On a broken knee a gymnast competes. An obsessed wrestler keeps his rival's picture in his locker, his home, his wallet. A runner races till he falls unconscious.

These are not normal people. These are the Olympians. These are people like John Naber, old-time backstroke specialist from the 1970s, who - as rower Steve Redgrave revealed in his book, Inspired - works out that he needs to improve by four seconds in four years to win the 100m gold.

Four seconds is huge in a world judged on fractions so he reduces his life to fractions. He breaks his life into months, days, hours and calculates he must improve by 1/1,200th of a second every successive training hour. In four years he wins four Olympic golds.

How do you beat these kind of people? How does Joseph Schooling? Through work but also confidence. By standing on the blocks in five months in Rio and believing he can outswim the greatest swimmer the earth has found. Yes, him, Phelps.

It's scary, it's crazy, it's fantastic. It's also why I like the way Schooling talks - with that little swagger of the young athlete trying to hide his nervousness and conceal his doubt and stake his place in a hard world.

Last month he told The Straits Times: "I'm not No. 1 yet and I want to be." On Sunday, talking about the NCAA championships, he said: "It's a chance for me right now to show the rest of the world that I've gotten better and I've improved and I'm ready to compete at the Olympic Games." There's no need for us to put pressure on him for he's doing it himself. We're only desperate for him to be great but he's deeply determined to be great.

In Asia we can simplistically split the world into humble and arrogant but there's a fine middle-ground where Schooling resides called self-assured. His tone has purpose and without this confidence the athlete is a physically beautiful shell. He's not talking up his form, he's telling us where he thinks it is.

The big-talking boaster who undermines his rivals can be annoying but so is the over-coy and skittish Asian athlete who mutters timidly "I'll try my best". It's as if we've been schooled to mute our ambitions by a society that tends to find the demure more acceptable.

We're taught to only whisper our goals - i.e. "I hope to get a medal" - for if we don't reach them it is considered a loss of face. In fact it is the natural process of sport. As Ian Thorpe once clarified: "Losing is not coming second. It's getting out of the water knowing you could have done better. For myself, I have won every race I've been in."

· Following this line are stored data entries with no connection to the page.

"""Compile a Patch into a Circuit: numbered unknowns and flat numeric arrays per kind.

Unknowns: index 0 is the ground net ``gnd`` (always 0 V, never solved for), then the
nets, internal nodes of parts (``D1.junction``) and branch currents (``SP1.current``) in
an order that keeps Newton's LU factorisation sparse (:func:`elimination_order`): the
unknowns tied to the fewest others first, so ``vdd``, which every gate touches, comes last.

Every voltage unknown also gets a stray capacitance to ground, ``STRAY_FARADS``: it is
physically there on a breadboard, and it makes the mass matrix invertible so the very
same equations can be handed to scipy's Radau as an ordinary differential equation.
"""

from __future__ import annotations

from dataclasses import dataclass, field

import numpy as np

import blocks
from sim import kernel

#: Stray capacitance from every net to ground (F).
#: common practice: a breadboard row and its wiring add a few pF to every net.
STRAY_FARADS = 2e-12

#: A diagonal mass entry this many times the stray capacitance marks a "slow" unknown
#: (a part's own capacitor or inductor), whose error is controlled at full tolerance.
SLOW_MASS_RATIO = 10.0

#: Absolute tolerance of a branch current relative to that of a node voltage (A per V):
#: 1 uA for 1 mV, the current of a small signal through a kilohm.
AMPS_PER_VOLT_TOLERANCE = 1e-3


@dataclass
class Circuit:
    """Everything the stepper needs, as flat arrays (see sim/kernel.py for the layout).

    names: (n,) unknown names; ``names[0] == "gnd"``.
    mass: (n, n) constant mass matrix (F, H); row/col 0 unused.
    pf, nf, tab, df: parameters (float64), unknown indices (uint64: numba indexes with
        unsigned integers without testing for a negative index, which measured 8 % of
        the stepper's time), kind table, data blob.
    is_volt: (n,) bool, True for node voltages, False for branch currents.
    slow: (n,) bool, True where a part's capacitance/inductance sits on the unknown.
    lu_ptr, lu_idx: the Jacobian's nonzero pattern after elimination in index order
        (:func:`elimination_pattern`): the unknowns after k that row and column k of the
        factors touch are lu_idx[lu_ptr[k]:lu_ptr[k + 1]].
    max_step_seconds: smallest step limit any part asks for (or None).
    param_index: {(ref, param): flat index into pf} for moving parameters.
    """

    names: list[str]
    index: dict[str, int]
    mass: np.ndarray
    pf: np.ndarray
    nf: np.ndarray
    tab: np.ndarray
    df: np.ndarray
    is_volt: np.ndarray
    slow: np.ndarray
    max_step_seconds: float | None
    param_index: dict[tuple[str, str], int]
    supply_volts: float
    lu_ptr: np.ndarray
    lu_idx: np.ndarray
    parts: dict[str, tuple[str, list[int]]] = field(default_factory=dict)

    @property
    def size(self) -> int:
        return len(self.names)


def _all_parts(patch):
    yield patch.supply
    yield from patch.parts.values()


def elimination_order(n: int, groups: list[list[int]]) -> list[int]:
    """Unknowns 1..n-1 by how many others they share a part with, fewest first (ties in
    their first-named order); ground (0) stays first.

    Newton's LU eliminates in this order and touches only the nonzeros it meets
    (:func:`elimination_pattern`), so an unknown eliminated early that touches few
    others creates little fill-in; one that touches every gate (vdd) fills the whole
    matrix if it comes first. On the two-oscillator mixer (16 unknowns) the elimination
    does 107 multiply-adds in this order, against 1015 for a dense LU.
    source: minimum-degree ordering for sparse Gaussian elimination (Tinney and Walker,
    Proc. IEEE, 1967; the citation from memory), here computed once from the parts'
    terminals.
    """
    neighbours: list[set[int]] = [set() for _ in range(n)]
    for group in groups:
        for i in group:
            neighbours[i].update(group)
    degree = [len(neighbours[i] - {i, 0}) for i in range(n)]
    return [0] + sorted(range(1, n), key=lambda i: (degree[i], i))


def elimination_pattern(n: int, groups: list[list[int]]) -> tuple[np.ndarray, np.ndarray]:
    """The nonzeros that Gaussian elimination in index order (pivots on the diagonal)
    meets, fill-in included, for unknowns 1..n-1 (ground, 0, is not solved for).

    Every part's stamp and capacitances touch only the unknowns of its own terminals,
    rails and internal nodes (``groups``), and each unknown carries a stray capacitance
    or an inductance on the diagonal, so the Jacobian's pattern is symmetric and lies
    within the union of group x group plus the diagonal. Eliminating unknown k makes
    every pair of its later neighbours neighbours (the fill-in). Returns (ptr, idx):
    the later neighbours of k, increasing, are idx[ptr[k]:ptr[k + 1]].
    source: symbolic factorisation of a symmetric pattern by elimination graphs (George
    and Liu, Computer Solution of Large Sparse Positive Definite Systems, 1981; from
    memory).
    """
    later: list[set[int]] = [set() for _ in range(n)]
    for group in groups:
        for i in group:
            for j in group:
                if 0 < i < j:
                    later[i].add(j)
    ptr = np.zeros(n + 1, np.int64)
    idx: list[int] = []
    for k in range(n):
        ks = sorted(later[k])
        for a, i in enumerate(ks):
            later[i].update(ks[a + 1:])
        idx.extend(ks)
        ptr[k + 1] = len(idx)
    # unsigned: numba then indexes without the check for a negative index (measured:
    # a third of the elimination's time on the oscillator scenario)
    return ptr, np.asarray(idx, dtype=np.uint64)


def compile_patch(patch) -> Circuit:
    """Number the unknowns and lay out the per-kind arrays of ``patch`` (a sim.patch.Patch)."""
    names = ["gnd", "vdd"]
    index = {"gnd": 0, "vdd": 1}

    def net(name: str) -> int:
        if name not in index:
            index[name] = len(names)
            names.append(name)
        return index[name]

    for part in _all_parts(patch):
        for nets in part.nets.values():
            for n in nets:
                net(n)
    is_volt = [True] * len(names)
    part_nodes: dict[str, list[int]] = {}
    per_kind: dict[str, list] = {k: [] for k in kernel.kind_order()}
    for part in _all_parts(patch):
        kind = blocks.REGISTRY[part.kind]
        local = [index[n] for key, _ in kind.terminals for n in part.nets[key]]
        if kind.rails:
            local += [index["vdd"], index["gnd"]]
        for name in kind.internal:
            local.append(len(names))
            names.append(f"{part.ref}.{name}")
            is_volt.append(True)
        for name in kind.branches:
            local.append(len(names))
            names.append(f"{part.ref}.{name}")
            is_volt.append(False)
        per_kind[part.kind].append((part, local))
        part_nodes[part.ref] = local

    n = len(names)
    order = elimination_order(n, [local for rows in per_kind.values() for _, local in rows])
    new_of = {old: new for new, old in enumerate(order)}
    names = [names[i] for i in order]
    is_volt = [is_volt[i] for i in order]
    per_kind = {k: [(part, [new_of[i] for i in local]) for part, local in rows]
                for k, rows in per_kind.items()}
    part_nodes = {ref: [new_of[i] for i in local] for ref, local in part_nodes.items()}
    mass = np.zeros((n, n))
    pf_rows, nf_rows, d_parts, tab = [], [], [], np.zeros((len(per_kind), kernel.TAB_SIZE), np.int64)
    p_off = n_off = d_off = 0
    param_index: dict[tuple[str, str], int] = {}
    steps: list[float] = []
    for ki, kind_name in enumerate(kernel.kind_order()):
        kind = blocks.REGISTRY[kind_name]
        pcols = len(kind.kernel_params) + 2
        ncols = len(kind.local_names())
        kind_blob: list[np.ndarray] = []
        blob_len = 0
        rows = per_kind[kind_name]
        for r, (part, local) in enumerate(rows):
            blob = kind.data(part.values, patch.base_dir) if kind.data else np.zeros(0)
            row = kind.row(part.values) + [float(blob_len), float(blob.size)]
            for c, p in enumerate(kind.kernel_params):
                param_index[(part.ref, p.name)] = p_off + r * pcols + c
            pf_rows.append(row)
            nf_rows.append(local)
            kind_blob.append(np.asarray(blob, dtype=float))
            blob_len += blob.size
            for i, j, value in kind.mass(part.values):
                mass[local[i], local[j]] += value
            if kind.max_step is not None:
                limit = kind.max_step(part.values, blob)
                if limit:
                    steps.append(float(limit))
        tab[ki] = (p_off, pcols, n_off, ncols, len(rows), d_off, blob_len)
        p_off += len(rows) * pcols
        n_off += len(rows) * ncols
        d_off += blob_len
        d_parts.extend(kind_blob)

    diag_part = np.diag(mass).copy()
    for i in range(1, n):
        if is_volt[i]:
            mass[i, i] += STRAY_FARADS
    slow = np.zeros(n, bool)
    slow[1:] = np.where(np.asarray(is_volt[1:]), diag_part[1:] > SLOW_MASS_RATIO * STRAY_FARADS,
                        diag_part[1:] > 0.0)
    pf = np.array([v for row in pf_rows for v in row], dtype=np.float64)
    nf = np.array([v for row in nf_rows for v in row], dtype=np.uint64)
    df = np.concatenate(d_parts) if d_parts else np.zeros(0)
    lu_ptr, lu_idx = elimination_pattern(
        n, [local for rows in per_kind.values() for _, local in rows])
    return Circuit(
        names=names, index={nm: i for i, nm in enumerate(names)}, mass=mass,
        pf=pf if pf.size else np.zeros(1), nf=nf if nf.size else np.zeros(1, np.uint64),
        tab=tab, df=df if df.size else np.zeros(1),
        is_volt=np.asarray(is_volt), slow=slow,
        max_step_seconds=min(steps) if steps else None, param_index=param_index,
        supply_volts=float(patch.supply.values["volts"]),
        parts={ref: (kind, nodes) for ref, kind, nodes in
               ((p.ref, p.kind, part_nodes[p.ref]) for p in _all_parts(patch))},
        lu_ptr=lu_ptr, lu_idx=lu_idx,
    )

We don't only want Schoolings, for there must be place for the quiet, the insular, the shy, but we should enjoy Schooling. He owns a young man's raw honesty, advertises his goals almost innocently and allows us to journey where we rarely get to go in Asia - inside the athlete's state of mind.

Eight months ago I was cautioning patience with him but look how's he grown. Asked to compare himself to London 2012, he said: "I've gotten way stronger every year since then. I've dropped three seconds in three years. People try to maintain their time when they get older but I'm still dropping time. I'm comfortable racing these guys. In 2013, I wasn't as comfortable being on the world stage... (but) now I've shown that I can step up and eat up pressure and use it to benefit me. I think the biggest thing is just confidence."

Schooling isn't relying on luck, fate, God's grace or a rabbit's foot. Just his own nerve. He can't guarantee a medal, but he has to be thinking medal. As shooter Abhinav Bindra, India's only individual Olympic gold medallist, told me yesterday: "You need to keep telling yourself you're going to beat everyone. That you can beat everyone. Otherwise you have no chance."

Bindra owns one telling similarity with Schooling: both trained for large periods in America. The shooter described his four years at the United States Olympic Training Centre at Colorado Springs "as the best time of my life" and said of American athletes: "They wake up with the belief that they are better than anyone else and I needed that, I needed that extra belief."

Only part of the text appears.